Is getting way too personal and not doing what she should be with my son. I go back with him because of anxiety and positive separation goals. Anyway she's super chatty. And I sit there quietly and don't encourage her, but she's like using me or a counselor it feels like. And I don't want to be rude. What is a nice way to say shut the f*** up and get to work??
Here are a few things I've learned in the past couple of weeks.
1) Her family played favorites and she was the one who didn't get any love. Was left out all the time and her family is doing it to her kid.
2) She's the product of cousins getting married and when she goes to family functions it's her mothers side and DH father's side and so there is her married last name family and her maiden last name family there and she didn't really get it until she was older.
3) All about her new house, acreage, cost, concerns. Just about everything.
4) All about her old house in her old state and the type of environment of the neighborhood.
5) How her kids are doing in school
I don't need to know anything about any of that. She's not my friend. She is my son's professional teacher. I don't like to waste the time listening to her talk when she can be talking to my kid.
I don't play around when it comes to my daughter's therapy sessions or therapists. When a certain therapist isn't up to my standards for my daughter, I talk to a supervisor and ask for another therapist. Usually, I just tell them that "I don't think she is a match for our family."
Quoting ava & brandon's mommy:" I don't play around when it comes to my daughter's therapy sessions or therapists. When a certain therapist ... [snip!] ... to a supervisor and ask for another therapist. Usually, I just tell them that "I don't think she is a match for our family.""
I've tried that and I was told to talk with her and try to work it out. :? I don't want to be mean. How do I say, I want to make this work, but you gotta quit the bullshit?

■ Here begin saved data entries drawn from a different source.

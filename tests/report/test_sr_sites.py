"""sr.dcm's coded finding sites with laterality, the reference and control ROIs as their own
measurement groups, and each value's series as a standard image reference; checked against
pydicom's PS3.16 code dictionary, highdicom's parser and dciodvfy."""

from __future__ import annotations

import os
import shutil
import subprocess
from dataclasses import replace

import highdicom as hd
import pytest
from pydicom.sr.codedict import codes
from report.conftest import CENTRES, disk, make_findings

from sigreport.errors import InputError
from sigreport.lexicon import read_table
from sigreport.report.sites import SITES_FILE, load_sites
from sigreport.report.sr import build_sr, write_sr


def _pydicom_sct() -> dict[str, set[str]]:
    """SNOMED CT code -> meanings, from pydicom's PS3.16 code dictionary (the oracle)."""
    out: dict[str, set[str]] = {}
    for name in dir(codes.SCT):
        code = getattr(codes.SCT, name)
        if hasattr(code, "scheme_designator"):
            out.setdefault(code.value, set()).add(code.meaning.lower())
    return out


def test_every_lexicon_code_is_the_one_ps3_16_lists():
    table = read_table(SITES_FILE)
    known = _pydicom_sct()
    for section in ("sites", "laterality"):
        for key, entry in table[section].items():
            assert entry["code"] in known, (section, key)
            assert entry["meaning"].lower() in known[entry["code"]], (section, key)


def test_every_reference_and_control_tissue_has_a_code():
    sites = load_sites()
    for tissue in read_table("tissues.toml")["tissues"]:
        assert sites.site(tissue) is not None, tissue


def test_site_words_pick_the_longest_match_and_the_side():
    sites = load_sites()
    found = sites.site("right frontal white matter")
    assert found is not None and found.meaning == "White Matter"
    side = sites.side("right frontal white matter")
    assert side is not None and side.coded() == codes.SCT.Right  # PS3.16 CID 244
    assert sites.side("left paramedian artery").coded() == codes.SCT.Left
    assert sites.side("paramedian artery") is None
    assert sites.side("right and left frontal") is None  # two sides: none asserted
    assert sites.site("left temporal") is not None and sites.site("nowhere") is None


def test_a_broken_sites_table_names_the_entry(tmp_path):
    (tmp_path / SITES_FILE).write_text(
        '[laterality]\nright = { code = "24028007", meaning = "Right", words = ["right"] }\n'
        '[sites.brain]\ncode = 12738006\nmeaning = "Brain"\nwords = ["brain"]\n',
        encoding="utf-8",
    )
    with pytest.raises(InputError, match=r"\[sites.brain\] code: expected a SNOMED CT code"):
        load_sites(tmp_path)


@pytest.fixture(scope="module")
def sr_file(tmp_path_factory, study, key_slices):
    """An SR whose findings carry schema-2 reference fields and a key image of R1 on T2."""
    findings = make_findings(study)
    findings["rois"][0].update(site="left frontal white matter", medians={"T2": 678.5, "T1": 660.0})
    findings["rois"][1].update(
        site="right lateral ventricle",
        check={"kind": "fluid", "from": "T2", "to": "FLAIR", "reference": "R1",
               "drop_percent": 92.0, "passed": True},
    )  # fmt: skip
    l1_t2 = next(k for k in key_slices if k.roi_id == "L1" and str(k.role) == "T2")
    r1 = replace(
        l1_t2, roi_id="R1", lesion_mask=disk(CENTRES["R1"], 4), reference_mask=None,
        kind="reference",
    )  # fmt: skip
    path = tmp_path_factory.mktemp("sr") / "sr.dcm"
    write_sr(path, build_sr(findings, [*key_slices, r1], study))
    return path


@pytest.fixture(scope="module")
def read_back(sr_file):
    sr = hd.sr.srread(sr_file)
    return {
        g.tracking_identifier.split(" ")[0]: g for g in sr.content.get_image_measurement_groups()
    }


def test_lesion_finding_site_is_coded_with_laterality(read_back):
    [site] = read_back["L1"].finding_sites
    assert site.value == codes.SCT.WhiteMatter
    assert site.laterality == codes.SCT.Right
    [l2] = read_back["L2"].finding_sites  # "left parietal scalp"
    assert l2.value == codes.SCT.Scalp and l2.laterality == codes.SCT.Left


def test_reference_is_its_own_group_with_its_values_and_image(read_back, study):
    group = read_back["R1"]
    assert group.tracking_identifier == "R1 (reference: white matter)"
    assert group.finding_type == codes.SCT.WhiteMatter
    [site] = group.finding_sites
    assert site.value == codes.SCT.WhiteMatter and site.laterality == codes.SCT.Left
    medians = [
        m for m in group.get_measurements(name=codes.DCM.MRSignalIntensity)
        if m.derivation == codes.cid7464.Median
    ]  # fmt: skip
    assert sorted(m.value for m in medians) == [660.0, 678.5]
    [t2] = [m for m in medians if m.value == 678.5]
    # The series of the value: the image it references (TID 300 Source of Measurement).
    [ref] = t2.referenced_images
    assert ref.referenced_sop_instance_uid == study["T2"].instances[1].sop_instance_uid
    assert t2.method is None
    [t1] = [m for m in medians if m.value == 660.0]
    assert t1.referenced_images is None or t1.referenced_images == []
    assert t1.method is not None and t1.method.value == "ROLE-T1"  # no image: the private name
    snr = group.get_measurements(name=codes.DCM.SignalToNoiseRatio)
    assert sorted(m.value for m in snr) == [35.5, 40.0]


def test_control_group_carries_its_check(read_back):
    group = read_back["C1"]
    assert group.finding_type == codes.SCT.CerebrospinalFluid
    [site] = group.finding_sites
    assert site.value == codes.SCT.LateralVentricle and site.laterality == codes.SCT.Right
    [drop] = [m for m in group.get_measurements() if m.name.value == "DROP-FLUID"]
    assert drop.value == pytest.approx(92.0)
    [passed] = [e for e in group.get_qualitative_evaluations() if e.name.value == "CONTROL-PASSED"]
    assert passed.value == codes.SCT.Yes


def test_pair_values_reference_both_series(read_back, study):
    [enh] = [m for m in read_back["L3"].get_measurements() if m.name.value == "ENH-PCT"]
    uids = {r.referenced_sop_instance_uid for r in enh.referenced_images}
    assert uids == {study[r].instances[1].sop_instance_uid for r in ("T1", "T1POST")}


@pytest.mark.dciodvfy
def test_sr_with_sites_and_reference_groups_passes_dciodvfy(sr_file):
    binary = shutil.which("dciodvfy")
    if binary is None:
        if os.environ.get("CI"):
            pytest.fail("dciodvfy (Debian dicom3tools) is required when CI is set")
        pytest.skip("dciodvfy (Debian dicom3tools) is not installed")
    result = subprocess.run([binary, str(sr_file)], capture_output=True, text=True, timeout=60)
    output = result.stdout + result.stderr
    assert "Comprehensive3DSR" in output
    assert [line for line in output.splitlines() if line.startswith("Error")] == []
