"""report.html: self-contained, escaped, one table row per lesion and role, key images as data:
URIs; rendered in headless Chromium with a net-log showing no request made by the page."""

from __future__ import annotations

import json
import os
import re
import shutil
import subprocess
from html.parser import HTMLParser
from pathlib import Path

import pytest

XSS = "<script>alert(1)</script>"
URL_ATTRS = {"src", "href", "action", "poster", "srcset", "data", "xlink:href", "formaction"}


class Page(HTMLParser):
    """Python's html.parser (the oracle): elements, URL attributes, table rows, text."""

    def __init__(self) -> None:
        super().__init__(convert_charrefs=True)
        self.tags: list[str] = []
        self.urls: list[str] = []
        self.images: list[str] = []
        self.styles: list[str] = []
        self.signal_rows = 0
        self._table: str | None = None
        self._in_tbody = False
        self._in_style = False
        self.text: list[str] = []

    def handle_starttag(self, tag, attrs):
        self.tags.append(tag)
        values = dict(attrs)
        for name, value in attrs:
            if name in URL_ATTRS and value is not None:
                self.urls.append(value)
            if name == "style" and value:
                self.styles.append(value)
        if tag == "img":
            self.images.append(values.get("src") or "")
        if tag == "table":
            self._table = values.get("class")
        if tag == "tbody":
            self._in_tbody = True
        if tag == "tr" and self._in_tbody and self._table == "signal":
            self.signal_rows += 1
        if tag == "style":
            self._in_style = True

    def handle_endtag(self, tag):
        if tag == "tbody":
            self._in_tbody = False
        if tag == "table":
            self._table = None
        if tag == "style":
            self._in_style = False

    def handle_data(self, data):
        if self._in_style:
            self.styles.append(data)
        else:
            self.text.append(data)


@pytest.fixture(scope="module")
def page(report_dir) -> tuple[Page, str]:
    html = (report_dir / "report.html").read_text(encoding="utf-8")
    parser = Page()
    parser.feed(html)
    parser.close()
    return parser, html


def test_table_has_one_row_per_lesion_and_role(page, findings):
    parser, _ = page
    assert parser.signal_rows == sum(len(lesion["signal"]) for lesion in findings["lesions"])


def test_key_images_are_embedded_as_png_data_uris(page):
    parser, _ = page
    assert len(parser.images) == 15
    assert all(src.startswith("data:image/png;base64,") for src in parser.images)


def test_no_script_and_no_external_reference(page):
    parser, html = page
    assert "script" not in parser.tags and "link" not in parser.tags and "iframe" not in parser.tags
    for url in parser.urls:
        assert url.startswith("data:"), url
    css = " ".join(parser.styles)
    assert not re.search(r"url\(", css) and "@import" not in css and "@font-face" not in css
    # Any remote reference at all, in any attribute or text: none (the SVG namespace is a name,
    # not a fetched URL).
    without_data = re.sub(r"data:[^\"']*", "", html)
    remote = re.findall(r"(?:https?:)?//[\w.-]+", without_data)
    assert set(remote) <= {"http://www.w3.org"}
    assert without_data.count('xmlns="http://www.w3.org/2000/svg"') == len(remote)


def test_header_and_case_file_values_are_text_not_elements(page):
    parser, html = page
    text = "".join(parser.text)
    assert XSS in text  # the series description and the lesion site, shown as text
    assert XSS not in html and "&lt;script&gt;alert(1)&lt;/script&gt;" in html


def test_cautions_on_top_and_at_the_end_and_warning_prominent(page, findings):
    _, html = page
    top, end = html.index('id="cautions-top"'), html.index('id="cautions-end"')
    first = html.index('class="lesion"')
    for caution in findings["cautions"]:
        assert top < html.index(caution) < first and html.rindex(caution) > end
    assert html.index('id="warnings"') < first


def test_each_lesion_has_a_ratio_plot(page, findings):
    _, html = page
    assert html.count('class="ratio-plot"') == len(findings["lesions"])
    assert html.count('class="iso-band"') == len(findings["lesions"])


def _chromium() -> str | None:
    found = shutil.which("chromium") or shutil.which("chromium-browser")
    if found is None:
        if os.environ.get("CI"):
            pytest.fail("chromium is required when CI is set")
        pytest.skip("headless Chromium (Debian package chromium) is not installed")
    return found


def _render(binary: str, html: Path, work: Path) -> tuple[Path, list[dict]]:
    """Screenshot ``html`` and return the screenshot and the net-log's URL requests."""
    shot, netlog = work / "out.png", work / "net.json"
    cmd = [
        binary, "--headless", "--no-sandbox", "--disable-gpu", "--disable-background-networking",
        "--disable-component-update", "--disable-sync", "--no-first-run",
        f"--user-data-dir={work / 'profile'}", f"--log-net-log={netlog}",
        f"--screenshot={shot}", "--window-size=1200,900", str(html),
    ]  # fmt: skip
    subprocess.run(cmd, cwd=work, capture_output=True, timeout=120, check=False)
    log = json.loads(netlog.read_text(encoding="utf-8"))
    names = {v: k for k, v in log["constants"]["logEventTypes"].items()}
    starts = [
        e["params"]
        for e in log["events"]
        if names.get(e["type"]) == "URL_REQUEST_START_JOB" and "url" in e.get("params", {})
    ]
    return shot, starts


def _page_requests(starts: list[dict]) -> list[str]:
    # Chromium's own background traffic (updates, time, accounts) has no initiating origin;
    # a request made by a page loaded from file:// has the page's (opaque) origin.
    return [p["url"] for p in starts if p.get("initiator") != "not an origin"]


@pytest.mark.browser
def test_renders_in_headless_chromium_without_network_requests(report_dir, tmp_path):
    binary = _chromium()
    # Positive control: the same net-log check sees a page's request to a closed local port.
    control_dir = tmp_path / "control"
    control_dir.mkdir()
    control = control_dir / "control.html"
    control.write_text('<img src="http://127.0.0.1:9/probe.png">', encoding="utf-8")
    _, starts = _render(binary, control, control_dir)
    assert any("127.0.0.1:9/probe.png" in url for url in _page_requests(starts))

    work = tmp_path / "report"
    work.mkdir()
    shot, starts = _render(binary, report_dir / "report.html", work)
    assert shot.is_file() and shot.stat().st_size > 10_000
    assert shot.read_bytes()[:8] == b"\x89PNG\r\n\x1a\n"
    assert _page_requests(starts) == []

Quoting Angie Mother of Boys:" I've tried that and I was told to talk with her and try to work it out. :? I don't want to be mean. How do I say, I want to make this work, but you gotta quit the bullshit?"
That's crazy that they won't respect your desire to change therapists!! Anyway, I would just flat out tell her that you need her to focus all of her attention on your son during the session. That it isn't fair to him if there is other conversation going on. The session NEEDS to be devoted to him and working on meeting his goals.
can you take an iPod or something back with you with some headphones and listen to some music (or act like you are) or try reading a book and see if that discourages her from trying to talk to you.....I never had an issue with my sons therapists so I haven't been there but maybe it would help.
My daughter's first Early Intervention therapist talked a lot..and her and I even got in a tiny dispute over the phone because my daughter was missing a lot of therapy but it was due to being sick. She got sick ALL OF THE TIME and I made a remark about never seeing her or any other therapist clean the toys between uses..they were always put back in the cabinets when we left. She acted like Bella would build up an immunity after a while of getting sick and it wasn't their fault.
She still gets sick what seems like every month with something and she has been going there for two years. She is in preschool now though and has different therapists, which I need to get with her speech therapist about sign language, she did a sign recently that I didn't know she knew lol. I think you just have to be honest hun, it might not be what they want to hear but they SHOULD understand!